### WORK INSTRUCTION:
Report, as a bare number, how many lines of the entries below contain "append".

### PROVIDED MATERIAL:
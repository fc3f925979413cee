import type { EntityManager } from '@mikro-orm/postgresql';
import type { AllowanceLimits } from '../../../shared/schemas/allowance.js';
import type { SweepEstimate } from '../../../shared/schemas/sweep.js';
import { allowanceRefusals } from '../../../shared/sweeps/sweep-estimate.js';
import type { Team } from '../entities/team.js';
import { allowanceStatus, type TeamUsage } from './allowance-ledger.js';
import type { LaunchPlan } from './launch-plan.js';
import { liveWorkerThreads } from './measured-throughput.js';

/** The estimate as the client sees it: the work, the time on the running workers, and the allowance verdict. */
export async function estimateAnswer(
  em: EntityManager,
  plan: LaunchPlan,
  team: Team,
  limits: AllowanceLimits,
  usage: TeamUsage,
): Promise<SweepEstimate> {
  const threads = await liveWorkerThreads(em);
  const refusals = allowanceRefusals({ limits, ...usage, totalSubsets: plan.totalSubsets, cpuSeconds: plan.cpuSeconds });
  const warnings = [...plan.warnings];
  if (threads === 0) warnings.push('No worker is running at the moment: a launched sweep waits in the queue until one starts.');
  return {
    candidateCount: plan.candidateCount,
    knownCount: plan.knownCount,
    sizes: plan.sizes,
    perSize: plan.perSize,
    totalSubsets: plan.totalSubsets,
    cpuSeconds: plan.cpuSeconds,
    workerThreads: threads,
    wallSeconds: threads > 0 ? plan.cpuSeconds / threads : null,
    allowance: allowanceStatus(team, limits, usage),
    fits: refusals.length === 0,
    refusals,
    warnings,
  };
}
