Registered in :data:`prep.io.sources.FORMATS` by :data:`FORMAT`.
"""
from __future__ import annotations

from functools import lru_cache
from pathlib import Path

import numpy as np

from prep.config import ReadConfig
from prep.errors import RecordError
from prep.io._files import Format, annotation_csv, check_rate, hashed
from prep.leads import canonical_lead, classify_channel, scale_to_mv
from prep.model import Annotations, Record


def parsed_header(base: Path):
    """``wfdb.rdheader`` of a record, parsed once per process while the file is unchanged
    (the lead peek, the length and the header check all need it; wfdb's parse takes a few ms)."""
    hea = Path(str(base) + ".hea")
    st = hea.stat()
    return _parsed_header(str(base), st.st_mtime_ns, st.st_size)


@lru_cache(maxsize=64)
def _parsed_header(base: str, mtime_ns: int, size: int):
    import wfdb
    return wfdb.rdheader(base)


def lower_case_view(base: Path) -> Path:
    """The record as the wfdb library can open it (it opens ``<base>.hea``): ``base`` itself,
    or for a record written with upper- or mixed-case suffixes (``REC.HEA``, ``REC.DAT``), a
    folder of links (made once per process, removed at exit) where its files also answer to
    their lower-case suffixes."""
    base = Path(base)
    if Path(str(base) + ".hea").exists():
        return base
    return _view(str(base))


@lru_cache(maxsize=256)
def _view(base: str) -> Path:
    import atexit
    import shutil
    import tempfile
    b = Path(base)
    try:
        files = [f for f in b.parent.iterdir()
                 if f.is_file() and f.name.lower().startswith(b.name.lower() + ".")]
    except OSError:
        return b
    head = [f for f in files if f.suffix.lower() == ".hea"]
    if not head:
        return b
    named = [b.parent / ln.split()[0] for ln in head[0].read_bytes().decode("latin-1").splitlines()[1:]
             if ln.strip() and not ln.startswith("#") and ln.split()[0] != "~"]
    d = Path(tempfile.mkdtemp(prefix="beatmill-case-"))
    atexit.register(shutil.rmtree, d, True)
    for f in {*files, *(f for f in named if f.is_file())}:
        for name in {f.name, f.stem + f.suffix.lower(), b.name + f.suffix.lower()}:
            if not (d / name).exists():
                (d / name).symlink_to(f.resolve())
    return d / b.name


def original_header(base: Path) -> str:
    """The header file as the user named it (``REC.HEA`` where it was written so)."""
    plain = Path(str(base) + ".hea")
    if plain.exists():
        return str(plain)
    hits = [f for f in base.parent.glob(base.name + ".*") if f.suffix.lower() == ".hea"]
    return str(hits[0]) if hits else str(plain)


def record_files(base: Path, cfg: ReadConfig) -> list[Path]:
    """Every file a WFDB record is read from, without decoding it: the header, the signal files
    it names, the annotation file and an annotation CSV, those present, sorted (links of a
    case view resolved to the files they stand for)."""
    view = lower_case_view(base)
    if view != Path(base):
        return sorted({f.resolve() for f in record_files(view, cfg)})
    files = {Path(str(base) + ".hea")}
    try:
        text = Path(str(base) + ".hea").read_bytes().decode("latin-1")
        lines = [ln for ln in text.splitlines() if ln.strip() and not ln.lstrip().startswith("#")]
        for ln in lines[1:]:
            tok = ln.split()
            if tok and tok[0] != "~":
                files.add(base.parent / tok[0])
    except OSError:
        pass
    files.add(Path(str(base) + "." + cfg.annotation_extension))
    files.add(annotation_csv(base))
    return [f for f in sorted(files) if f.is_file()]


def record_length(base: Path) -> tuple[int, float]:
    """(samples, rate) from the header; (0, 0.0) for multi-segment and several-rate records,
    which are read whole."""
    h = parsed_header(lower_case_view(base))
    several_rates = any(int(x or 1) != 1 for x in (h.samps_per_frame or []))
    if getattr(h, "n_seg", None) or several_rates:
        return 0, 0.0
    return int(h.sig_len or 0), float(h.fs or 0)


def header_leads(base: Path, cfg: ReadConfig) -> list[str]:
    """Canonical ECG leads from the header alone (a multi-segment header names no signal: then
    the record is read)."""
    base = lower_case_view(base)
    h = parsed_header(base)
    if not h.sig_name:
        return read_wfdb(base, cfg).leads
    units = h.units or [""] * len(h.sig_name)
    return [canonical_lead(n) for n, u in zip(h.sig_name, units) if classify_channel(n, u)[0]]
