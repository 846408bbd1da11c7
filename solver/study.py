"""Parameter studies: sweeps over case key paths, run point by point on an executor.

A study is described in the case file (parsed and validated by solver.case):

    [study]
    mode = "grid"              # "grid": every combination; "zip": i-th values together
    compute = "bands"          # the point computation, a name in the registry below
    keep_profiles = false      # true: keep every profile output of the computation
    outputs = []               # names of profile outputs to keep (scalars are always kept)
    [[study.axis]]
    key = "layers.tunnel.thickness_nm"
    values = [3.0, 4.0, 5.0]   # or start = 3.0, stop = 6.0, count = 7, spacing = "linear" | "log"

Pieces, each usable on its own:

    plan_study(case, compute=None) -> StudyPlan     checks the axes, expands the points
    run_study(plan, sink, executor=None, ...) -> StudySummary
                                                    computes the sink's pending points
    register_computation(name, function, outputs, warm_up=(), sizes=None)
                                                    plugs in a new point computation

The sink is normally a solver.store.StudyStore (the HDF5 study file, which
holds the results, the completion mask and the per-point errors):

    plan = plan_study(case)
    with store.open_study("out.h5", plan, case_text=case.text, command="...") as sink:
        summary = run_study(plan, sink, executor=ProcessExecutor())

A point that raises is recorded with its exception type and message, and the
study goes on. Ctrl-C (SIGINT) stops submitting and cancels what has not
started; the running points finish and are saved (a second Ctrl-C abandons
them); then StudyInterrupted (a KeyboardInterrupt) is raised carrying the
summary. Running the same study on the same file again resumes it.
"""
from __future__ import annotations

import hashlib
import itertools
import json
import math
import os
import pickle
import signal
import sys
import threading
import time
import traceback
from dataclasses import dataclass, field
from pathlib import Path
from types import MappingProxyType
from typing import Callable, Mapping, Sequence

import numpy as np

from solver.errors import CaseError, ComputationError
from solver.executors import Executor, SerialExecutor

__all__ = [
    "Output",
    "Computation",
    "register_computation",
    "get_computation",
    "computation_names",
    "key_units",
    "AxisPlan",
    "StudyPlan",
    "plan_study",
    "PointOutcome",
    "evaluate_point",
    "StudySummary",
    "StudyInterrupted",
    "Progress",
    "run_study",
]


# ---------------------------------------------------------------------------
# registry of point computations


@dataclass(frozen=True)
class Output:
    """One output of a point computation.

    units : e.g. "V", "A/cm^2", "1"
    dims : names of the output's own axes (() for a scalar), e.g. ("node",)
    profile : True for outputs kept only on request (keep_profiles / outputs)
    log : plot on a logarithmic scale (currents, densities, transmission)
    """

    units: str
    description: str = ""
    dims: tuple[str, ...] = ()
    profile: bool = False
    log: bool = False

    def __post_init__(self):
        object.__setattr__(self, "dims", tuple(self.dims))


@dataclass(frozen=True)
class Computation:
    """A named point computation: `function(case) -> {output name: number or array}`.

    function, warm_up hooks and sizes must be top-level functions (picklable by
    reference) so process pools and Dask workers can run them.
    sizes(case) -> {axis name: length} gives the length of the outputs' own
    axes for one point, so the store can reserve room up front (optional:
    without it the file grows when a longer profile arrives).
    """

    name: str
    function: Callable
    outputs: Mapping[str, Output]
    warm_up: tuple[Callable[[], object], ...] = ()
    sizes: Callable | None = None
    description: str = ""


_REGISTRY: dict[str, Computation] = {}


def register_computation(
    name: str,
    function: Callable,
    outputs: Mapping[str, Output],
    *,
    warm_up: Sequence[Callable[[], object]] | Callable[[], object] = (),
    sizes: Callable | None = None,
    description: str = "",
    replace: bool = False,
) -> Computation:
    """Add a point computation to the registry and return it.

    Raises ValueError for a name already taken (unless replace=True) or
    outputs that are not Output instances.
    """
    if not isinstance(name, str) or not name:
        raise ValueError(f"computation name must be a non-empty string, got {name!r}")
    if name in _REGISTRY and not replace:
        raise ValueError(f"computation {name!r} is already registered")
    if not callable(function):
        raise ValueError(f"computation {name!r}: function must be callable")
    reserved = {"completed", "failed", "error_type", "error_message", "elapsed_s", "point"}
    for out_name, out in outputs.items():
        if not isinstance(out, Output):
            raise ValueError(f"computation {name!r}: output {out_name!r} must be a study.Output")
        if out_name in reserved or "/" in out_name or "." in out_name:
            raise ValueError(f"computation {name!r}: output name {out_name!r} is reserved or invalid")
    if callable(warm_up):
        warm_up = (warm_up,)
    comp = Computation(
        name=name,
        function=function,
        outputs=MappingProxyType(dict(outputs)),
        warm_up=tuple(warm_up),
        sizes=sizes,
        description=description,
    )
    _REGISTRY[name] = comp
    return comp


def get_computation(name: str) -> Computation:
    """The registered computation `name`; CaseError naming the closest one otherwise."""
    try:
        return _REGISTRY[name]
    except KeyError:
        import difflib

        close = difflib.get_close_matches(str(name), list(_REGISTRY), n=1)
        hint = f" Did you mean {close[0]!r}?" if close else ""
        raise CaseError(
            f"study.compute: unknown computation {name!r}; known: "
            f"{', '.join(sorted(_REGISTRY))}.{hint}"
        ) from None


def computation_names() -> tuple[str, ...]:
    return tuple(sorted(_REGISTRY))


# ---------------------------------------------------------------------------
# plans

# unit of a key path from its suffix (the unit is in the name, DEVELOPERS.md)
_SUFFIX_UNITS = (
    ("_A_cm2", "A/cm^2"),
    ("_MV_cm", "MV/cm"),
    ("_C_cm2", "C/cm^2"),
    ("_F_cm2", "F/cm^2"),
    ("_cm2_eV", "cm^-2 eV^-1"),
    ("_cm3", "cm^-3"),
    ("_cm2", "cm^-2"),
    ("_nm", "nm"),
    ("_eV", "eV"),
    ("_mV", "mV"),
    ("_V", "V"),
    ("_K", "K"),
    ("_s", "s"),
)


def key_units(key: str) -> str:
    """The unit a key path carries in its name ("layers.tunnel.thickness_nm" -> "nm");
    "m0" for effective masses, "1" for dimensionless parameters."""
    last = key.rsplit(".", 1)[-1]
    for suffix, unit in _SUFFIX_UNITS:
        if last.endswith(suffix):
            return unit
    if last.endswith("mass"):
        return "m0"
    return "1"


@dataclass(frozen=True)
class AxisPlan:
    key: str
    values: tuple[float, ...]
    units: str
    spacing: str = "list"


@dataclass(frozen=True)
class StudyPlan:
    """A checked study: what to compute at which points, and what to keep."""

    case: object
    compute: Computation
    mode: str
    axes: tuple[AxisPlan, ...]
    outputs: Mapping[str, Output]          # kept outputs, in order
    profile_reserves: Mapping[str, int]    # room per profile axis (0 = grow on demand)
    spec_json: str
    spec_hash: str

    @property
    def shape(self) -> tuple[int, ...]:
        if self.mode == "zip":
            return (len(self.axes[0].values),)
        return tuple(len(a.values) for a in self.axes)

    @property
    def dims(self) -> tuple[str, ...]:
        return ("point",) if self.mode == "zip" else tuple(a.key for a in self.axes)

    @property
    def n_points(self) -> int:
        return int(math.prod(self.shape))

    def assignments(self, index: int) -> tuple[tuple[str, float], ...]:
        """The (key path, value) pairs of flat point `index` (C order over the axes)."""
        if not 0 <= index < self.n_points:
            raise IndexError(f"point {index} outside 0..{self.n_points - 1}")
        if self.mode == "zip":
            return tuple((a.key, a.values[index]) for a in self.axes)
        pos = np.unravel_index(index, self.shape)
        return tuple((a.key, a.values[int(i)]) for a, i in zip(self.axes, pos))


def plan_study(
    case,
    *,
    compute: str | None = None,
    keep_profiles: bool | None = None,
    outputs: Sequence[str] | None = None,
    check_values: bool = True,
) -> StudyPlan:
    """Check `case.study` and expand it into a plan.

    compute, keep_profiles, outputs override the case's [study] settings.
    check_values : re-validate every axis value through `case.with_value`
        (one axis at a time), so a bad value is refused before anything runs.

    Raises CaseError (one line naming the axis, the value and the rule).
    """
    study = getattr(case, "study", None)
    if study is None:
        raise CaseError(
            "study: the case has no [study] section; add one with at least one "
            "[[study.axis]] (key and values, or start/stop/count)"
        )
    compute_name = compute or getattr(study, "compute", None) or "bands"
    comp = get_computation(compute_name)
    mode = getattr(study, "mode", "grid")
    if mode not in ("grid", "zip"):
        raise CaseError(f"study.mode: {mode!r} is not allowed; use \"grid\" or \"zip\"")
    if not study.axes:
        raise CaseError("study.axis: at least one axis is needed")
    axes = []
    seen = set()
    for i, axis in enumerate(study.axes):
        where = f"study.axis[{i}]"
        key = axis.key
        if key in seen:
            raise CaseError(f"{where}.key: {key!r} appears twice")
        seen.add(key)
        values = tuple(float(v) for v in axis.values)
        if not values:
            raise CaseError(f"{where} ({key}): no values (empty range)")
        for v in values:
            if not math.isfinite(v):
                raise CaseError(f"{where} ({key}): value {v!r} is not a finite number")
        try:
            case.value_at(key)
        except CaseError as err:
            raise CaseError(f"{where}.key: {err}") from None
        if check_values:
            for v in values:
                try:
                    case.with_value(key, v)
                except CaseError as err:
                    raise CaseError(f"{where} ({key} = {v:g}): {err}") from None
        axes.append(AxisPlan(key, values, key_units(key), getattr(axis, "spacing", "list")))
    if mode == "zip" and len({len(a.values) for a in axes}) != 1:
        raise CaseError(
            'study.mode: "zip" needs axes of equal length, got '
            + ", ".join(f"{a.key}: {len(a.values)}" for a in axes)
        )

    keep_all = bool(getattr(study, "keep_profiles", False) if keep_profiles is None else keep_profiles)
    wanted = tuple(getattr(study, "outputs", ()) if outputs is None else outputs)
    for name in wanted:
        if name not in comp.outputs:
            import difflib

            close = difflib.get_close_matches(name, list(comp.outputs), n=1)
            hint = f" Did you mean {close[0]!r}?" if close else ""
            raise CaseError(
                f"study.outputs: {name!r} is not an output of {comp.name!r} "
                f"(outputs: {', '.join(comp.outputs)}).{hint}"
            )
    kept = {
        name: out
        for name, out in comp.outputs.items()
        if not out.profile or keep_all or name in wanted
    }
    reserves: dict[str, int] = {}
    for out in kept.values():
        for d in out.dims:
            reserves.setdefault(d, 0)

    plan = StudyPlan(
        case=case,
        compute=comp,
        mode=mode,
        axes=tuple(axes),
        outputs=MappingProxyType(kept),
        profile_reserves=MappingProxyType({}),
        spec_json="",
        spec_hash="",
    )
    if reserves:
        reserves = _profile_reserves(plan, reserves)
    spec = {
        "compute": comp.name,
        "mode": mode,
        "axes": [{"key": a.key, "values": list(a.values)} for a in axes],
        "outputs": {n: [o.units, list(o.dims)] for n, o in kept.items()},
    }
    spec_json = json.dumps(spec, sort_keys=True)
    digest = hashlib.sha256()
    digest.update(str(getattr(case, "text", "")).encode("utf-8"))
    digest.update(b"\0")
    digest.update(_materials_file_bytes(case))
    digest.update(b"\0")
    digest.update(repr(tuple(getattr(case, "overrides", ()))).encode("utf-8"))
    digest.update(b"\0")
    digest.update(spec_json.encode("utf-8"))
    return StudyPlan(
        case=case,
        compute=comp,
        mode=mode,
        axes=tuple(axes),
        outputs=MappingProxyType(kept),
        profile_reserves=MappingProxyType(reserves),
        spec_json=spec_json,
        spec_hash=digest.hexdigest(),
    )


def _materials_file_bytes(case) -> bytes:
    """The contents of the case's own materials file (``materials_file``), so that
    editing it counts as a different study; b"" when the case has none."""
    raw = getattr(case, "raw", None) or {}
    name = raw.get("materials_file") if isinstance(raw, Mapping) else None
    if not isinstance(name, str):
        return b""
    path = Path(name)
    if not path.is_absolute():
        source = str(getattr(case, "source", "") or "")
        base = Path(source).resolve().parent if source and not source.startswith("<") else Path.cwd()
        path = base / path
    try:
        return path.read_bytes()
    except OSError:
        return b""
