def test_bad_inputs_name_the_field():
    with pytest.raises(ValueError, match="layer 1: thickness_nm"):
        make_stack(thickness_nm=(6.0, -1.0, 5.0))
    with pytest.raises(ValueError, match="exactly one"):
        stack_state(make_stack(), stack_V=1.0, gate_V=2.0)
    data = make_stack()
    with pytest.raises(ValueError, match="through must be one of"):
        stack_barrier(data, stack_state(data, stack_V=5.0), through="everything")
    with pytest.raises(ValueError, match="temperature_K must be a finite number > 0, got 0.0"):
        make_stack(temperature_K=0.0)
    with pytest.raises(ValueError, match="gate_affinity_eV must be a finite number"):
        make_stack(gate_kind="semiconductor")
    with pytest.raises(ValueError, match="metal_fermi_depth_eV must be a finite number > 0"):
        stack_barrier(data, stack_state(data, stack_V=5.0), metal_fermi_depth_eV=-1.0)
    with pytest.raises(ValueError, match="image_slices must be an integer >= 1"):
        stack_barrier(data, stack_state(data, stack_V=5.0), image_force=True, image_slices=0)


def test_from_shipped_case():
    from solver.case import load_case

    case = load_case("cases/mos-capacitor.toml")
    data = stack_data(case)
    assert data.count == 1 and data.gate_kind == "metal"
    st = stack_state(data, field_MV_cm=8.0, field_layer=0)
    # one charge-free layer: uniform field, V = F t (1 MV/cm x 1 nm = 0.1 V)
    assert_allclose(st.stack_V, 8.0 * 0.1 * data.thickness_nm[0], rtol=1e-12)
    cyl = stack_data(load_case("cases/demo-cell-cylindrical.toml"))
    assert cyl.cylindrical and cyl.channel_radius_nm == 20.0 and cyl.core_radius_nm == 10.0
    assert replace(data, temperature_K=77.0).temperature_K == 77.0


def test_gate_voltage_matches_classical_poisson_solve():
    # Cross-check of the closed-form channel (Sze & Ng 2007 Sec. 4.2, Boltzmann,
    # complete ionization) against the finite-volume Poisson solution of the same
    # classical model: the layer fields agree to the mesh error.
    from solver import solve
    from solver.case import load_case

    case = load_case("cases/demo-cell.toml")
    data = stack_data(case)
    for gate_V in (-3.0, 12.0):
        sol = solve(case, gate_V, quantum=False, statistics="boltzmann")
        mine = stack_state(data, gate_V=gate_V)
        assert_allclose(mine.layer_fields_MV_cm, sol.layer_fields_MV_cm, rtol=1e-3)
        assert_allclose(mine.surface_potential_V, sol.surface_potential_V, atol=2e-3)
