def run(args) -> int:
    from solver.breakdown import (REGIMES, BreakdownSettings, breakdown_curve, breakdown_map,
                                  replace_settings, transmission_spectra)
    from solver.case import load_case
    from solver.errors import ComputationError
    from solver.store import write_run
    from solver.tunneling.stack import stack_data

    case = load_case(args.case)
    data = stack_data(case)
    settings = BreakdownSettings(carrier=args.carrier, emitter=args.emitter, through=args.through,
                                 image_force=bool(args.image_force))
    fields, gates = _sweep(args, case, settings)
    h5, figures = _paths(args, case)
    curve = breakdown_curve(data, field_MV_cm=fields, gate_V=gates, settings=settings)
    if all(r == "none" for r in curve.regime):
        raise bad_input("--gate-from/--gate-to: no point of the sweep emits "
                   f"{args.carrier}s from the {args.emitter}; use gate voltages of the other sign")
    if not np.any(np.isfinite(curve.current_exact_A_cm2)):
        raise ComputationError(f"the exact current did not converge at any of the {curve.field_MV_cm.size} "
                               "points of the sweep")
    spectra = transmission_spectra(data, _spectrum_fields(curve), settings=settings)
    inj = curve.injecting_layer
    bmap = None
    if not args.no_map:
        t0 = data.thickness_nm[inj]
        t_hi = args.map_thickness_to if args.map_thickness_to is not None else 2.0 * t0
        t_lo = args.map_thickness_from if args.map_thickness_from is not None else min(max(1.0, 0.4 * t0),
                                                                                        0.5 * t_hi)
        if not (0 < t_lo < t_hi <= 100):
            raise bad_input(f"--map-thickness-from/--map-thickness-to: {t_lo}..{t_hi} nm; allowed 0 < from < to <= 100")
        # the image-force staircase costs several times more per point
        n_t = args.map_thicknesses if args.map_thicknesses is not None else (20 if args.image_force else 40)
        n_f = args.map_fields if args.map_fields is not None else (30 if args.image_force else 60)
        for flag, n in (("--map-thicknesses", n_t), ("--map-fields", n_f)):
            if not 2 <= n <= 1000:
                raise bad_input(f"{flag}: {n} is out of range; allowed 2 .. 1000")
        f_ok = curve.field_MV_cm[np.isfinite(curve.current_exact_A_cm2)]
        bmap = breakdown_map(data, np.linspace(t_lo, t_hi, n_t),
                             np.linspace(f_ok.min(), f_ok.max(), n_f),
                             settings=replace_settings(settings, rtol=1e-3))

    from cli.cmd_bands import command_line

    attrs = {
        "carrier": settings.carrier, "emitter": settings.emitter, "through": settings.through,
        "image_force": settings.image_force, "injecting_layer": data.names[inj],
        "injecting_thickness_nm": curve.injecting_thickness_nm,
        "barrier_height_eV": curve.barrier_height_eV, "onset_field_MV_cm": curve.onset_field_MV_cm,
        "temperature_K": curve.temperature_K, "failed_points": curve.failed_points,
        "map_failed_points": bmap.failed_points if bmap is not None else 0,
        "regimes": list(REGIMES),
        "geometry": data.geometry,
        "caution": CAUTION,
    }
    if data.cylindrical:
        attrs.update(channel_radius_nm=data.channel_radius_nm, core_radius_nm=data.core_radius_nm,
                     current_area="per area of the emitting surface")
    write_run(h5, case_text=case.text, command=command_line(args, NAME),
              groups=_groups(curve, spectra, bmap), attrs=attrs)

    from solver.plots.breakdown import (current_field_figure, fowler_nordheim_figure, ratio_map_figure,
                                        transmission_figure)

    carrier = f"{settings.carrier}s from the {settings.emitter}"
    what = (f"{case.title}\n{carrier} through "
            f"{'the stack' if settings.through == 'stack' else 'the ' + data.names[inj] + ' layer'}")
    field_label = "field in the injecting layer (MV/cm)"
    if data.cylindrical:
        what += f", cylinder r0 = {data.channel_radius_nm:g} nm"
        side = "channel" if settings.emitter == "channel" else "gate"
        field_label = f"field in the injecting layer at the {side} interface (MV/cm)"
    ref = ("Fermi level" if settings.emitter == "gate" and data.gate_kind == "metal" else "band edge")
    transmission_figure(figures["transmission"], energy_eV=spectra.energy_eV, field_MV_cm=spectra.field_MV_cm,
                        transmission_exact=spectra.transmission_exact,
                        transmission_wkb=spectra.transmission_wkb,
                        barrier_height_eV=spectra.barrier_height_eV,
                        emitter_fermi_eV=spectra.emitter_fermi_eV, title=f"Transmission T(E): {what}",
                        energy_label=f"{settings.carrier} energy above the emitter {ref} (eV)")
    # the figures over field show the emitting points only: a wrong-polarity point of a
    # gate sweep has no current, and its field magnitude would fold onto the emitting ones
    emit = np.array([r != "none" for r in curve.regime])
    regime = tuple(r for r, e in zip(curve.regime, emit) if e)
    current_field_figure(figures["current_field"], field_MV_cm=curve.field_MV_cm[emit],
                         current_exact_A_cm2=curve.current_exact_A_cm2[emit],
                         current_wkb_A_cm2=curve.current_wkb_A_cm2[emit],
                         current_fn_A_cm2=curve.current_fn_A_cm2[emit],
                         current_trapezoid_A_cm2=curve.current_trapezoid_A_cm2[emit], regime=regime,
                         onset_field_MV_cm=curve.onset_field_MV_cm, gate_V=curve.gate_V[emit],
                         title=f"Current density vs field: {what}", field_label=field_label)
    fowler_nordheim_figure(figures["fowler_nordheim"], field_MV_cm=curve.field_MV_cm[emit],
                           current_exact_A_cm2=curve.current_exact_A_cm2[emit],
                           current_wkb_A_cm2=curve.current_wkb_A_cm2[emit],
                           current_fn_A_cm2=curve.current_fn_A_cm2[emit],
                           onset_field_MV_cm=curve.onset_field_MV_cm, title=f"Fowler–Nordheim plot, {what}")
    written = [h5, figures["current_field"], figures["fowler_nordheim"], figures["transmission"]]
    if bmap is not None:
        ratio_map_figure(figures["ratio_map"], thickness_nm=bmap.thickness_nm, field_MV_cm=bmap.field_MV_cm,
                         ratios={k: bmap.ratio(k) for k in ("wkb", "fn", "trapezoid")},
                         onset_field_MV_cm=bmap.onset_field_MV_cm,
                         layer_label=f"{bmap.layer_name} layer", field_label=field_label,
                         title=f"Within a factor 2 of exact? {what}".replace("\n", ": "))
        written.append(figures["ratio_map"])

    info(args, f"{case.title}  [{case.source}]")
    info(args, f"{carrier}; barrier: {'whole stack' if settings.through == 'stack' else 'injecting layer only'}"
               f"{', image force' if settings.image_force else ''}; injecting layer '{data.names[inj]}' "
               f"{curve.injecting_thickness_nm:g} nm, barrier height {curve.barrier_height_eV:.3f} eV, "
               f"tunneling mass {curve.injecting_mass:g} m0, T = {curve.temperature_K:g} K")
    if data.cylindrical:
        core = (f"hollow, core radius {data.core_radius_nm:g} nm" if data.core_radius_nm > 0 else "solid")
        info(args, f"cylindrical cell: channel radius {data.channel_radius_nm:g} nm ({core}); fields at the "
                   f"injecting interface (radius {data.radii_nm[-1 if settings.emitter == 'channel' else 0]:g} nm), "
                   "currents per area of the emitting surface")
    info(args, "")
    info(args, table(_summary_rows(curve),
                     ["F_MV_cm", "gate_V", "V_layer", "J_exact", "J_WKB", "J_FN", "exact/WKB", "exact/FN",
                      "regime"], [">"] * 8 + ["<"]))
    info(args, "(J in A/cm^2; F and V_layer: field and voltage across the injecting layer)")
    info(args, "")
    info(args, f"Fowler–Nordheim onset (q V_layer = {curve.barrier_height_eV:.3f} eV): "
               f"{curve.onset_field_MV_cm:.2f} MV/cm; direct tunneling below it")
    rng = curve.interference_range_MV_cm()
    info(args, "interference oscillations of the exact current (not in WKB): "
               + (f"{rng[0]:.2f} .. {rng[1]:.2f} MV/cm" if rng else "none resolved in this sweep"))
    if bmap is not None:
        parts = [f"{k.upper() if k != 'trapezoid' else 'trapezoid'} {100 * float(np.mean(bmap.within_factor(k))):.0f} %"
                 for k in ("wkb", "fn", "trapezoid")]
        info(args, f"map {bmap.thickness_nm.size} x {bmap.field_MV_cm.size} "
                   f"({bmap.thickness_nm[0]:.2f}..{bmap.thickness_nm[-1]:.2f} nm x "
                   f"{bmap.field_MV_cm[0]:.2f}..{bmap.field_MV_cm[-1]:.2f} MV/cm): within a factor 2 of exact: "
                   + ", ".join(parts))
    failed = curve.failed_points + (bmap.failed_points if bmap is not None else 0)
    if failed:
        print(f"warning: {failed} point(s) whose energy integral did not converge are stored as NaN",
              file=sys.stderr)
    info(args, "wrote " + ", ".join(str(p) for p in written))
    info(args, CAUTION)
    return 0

### THE ANSWER:
2